Your instructions
Go through the material below and report how many lines contain "forward". Give only the number.

Working data
┄┄┄┄┄┄┄┄┄┄
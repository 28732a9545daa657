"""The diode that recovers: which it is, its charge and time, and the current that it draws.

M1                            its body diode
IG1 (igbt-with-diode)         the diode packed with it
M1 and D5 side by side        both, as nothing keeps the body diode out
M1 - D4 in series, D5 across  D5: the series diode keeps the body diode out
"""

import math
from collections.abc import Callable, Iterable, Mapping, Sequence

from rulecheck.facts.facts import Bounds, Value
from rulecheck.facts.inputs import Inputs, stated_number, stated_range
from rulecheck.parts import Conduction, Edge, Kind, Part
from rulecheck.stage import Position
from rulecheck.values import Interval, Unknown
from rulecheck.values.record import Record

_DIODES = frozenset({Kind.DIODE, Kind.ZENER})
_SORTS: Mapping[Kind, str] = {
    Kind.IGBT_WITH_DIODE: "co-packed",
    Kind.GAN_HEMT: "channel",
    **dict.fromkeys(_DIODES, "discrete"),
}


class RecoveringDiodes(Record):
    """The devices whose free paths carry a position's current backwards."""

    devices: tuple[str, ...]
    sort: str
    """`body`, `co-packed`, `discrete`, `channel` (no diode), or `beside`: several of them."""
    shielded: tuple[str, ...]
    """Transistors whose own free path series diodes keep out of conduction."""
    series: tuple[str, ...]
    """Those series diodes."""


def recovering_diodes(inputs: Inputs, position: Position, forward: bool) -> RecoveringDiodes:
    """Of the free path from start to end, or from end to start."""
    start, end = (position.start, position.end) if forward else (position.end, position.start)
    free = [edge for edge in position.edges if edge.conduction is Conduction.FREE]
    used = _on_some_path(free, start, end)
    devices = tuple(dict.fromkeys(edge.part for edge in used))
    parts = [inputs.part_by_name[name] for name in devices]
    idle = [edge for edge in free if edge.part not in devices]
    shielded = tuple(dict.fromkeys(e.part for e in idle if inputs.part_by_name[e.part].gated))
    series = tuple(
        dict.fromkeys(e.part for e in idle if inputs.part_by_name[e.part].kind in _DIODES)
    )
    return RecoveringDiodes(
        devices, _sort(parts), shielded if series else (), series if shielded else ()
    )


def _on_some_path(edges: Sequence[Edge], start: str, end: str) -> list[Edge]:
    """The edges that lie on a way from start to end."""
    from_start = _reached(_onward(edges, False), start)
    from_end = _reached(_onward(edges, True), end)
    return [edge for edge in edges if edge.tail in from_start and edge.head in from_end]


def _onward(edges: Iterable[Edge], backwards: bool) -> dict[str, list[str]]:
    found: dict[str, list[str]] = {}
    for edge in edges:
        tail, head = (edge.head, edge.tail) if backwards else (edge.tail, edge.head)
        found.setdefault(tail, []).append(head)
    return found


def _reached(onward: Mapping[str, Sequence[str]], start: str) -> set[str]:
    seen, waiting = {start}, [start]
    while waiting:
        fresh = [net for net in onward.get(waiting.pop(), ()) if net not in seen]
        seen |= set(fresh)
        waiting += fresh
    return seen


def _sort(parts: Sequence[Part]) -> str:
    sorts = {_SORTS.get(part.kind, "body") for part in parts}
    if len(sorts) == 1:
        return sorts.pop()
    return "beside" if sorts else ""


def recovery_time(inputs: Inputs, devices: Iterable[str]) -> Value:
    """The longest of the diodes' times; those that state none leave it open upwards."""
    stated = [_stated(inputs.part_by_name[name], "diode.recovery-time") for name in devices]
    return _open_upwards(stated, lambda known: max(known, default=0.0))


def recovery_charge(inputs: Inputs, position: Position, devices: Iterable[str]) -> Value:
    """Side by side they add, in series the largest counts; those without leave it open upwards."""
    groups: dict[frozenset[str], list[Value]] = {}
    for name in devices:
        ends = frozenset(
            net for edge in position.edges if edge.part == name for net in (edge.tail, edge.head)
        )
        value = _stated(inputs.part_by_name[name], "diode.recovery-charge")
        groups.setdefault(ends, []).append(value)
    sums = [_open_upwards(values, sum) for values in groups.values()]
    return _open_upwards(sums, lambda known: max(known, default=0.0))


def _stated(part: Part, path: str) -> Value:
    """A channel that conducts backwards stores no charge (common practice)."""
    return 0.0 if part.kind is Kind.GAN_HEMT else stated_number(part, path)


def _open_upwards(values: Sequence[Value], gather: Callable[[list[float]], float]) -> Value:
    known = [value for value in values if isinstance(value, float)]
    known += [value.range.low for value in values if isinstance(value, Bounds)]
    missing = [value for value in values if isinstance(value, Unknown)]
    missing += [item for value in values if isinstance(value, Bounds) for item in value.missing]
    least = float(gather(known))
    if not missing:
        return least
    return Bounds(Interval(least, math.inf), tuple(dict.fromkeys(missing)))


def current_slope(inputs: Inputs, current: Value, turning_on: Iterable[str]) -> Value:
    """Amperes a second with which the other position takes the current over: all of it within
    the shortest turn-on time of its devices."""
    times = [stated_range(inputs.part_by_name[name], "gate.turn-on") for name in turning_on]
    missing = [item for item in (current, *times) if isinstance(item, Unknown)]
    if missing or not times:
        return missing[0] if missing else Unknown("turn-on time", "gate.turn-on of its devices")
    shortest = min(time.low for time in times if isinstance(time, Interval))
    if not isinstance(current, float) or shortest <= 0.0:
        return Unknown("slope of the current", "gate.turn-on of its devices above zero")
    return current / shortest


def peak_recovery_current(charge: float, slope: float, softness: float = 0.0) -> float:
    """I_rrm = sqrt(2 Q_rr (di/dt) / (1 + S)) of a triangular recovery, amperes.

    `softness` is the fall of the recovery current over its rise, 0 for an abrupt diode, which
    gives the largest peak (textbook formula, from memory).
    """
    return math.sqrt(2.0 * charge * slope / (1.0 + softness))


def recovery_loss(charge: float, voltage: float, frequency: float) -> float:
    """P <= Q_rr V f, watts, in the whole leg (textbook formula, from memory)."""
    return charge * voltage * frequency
┄┄┄┄┄┄┄┄┄┄
Your solution
2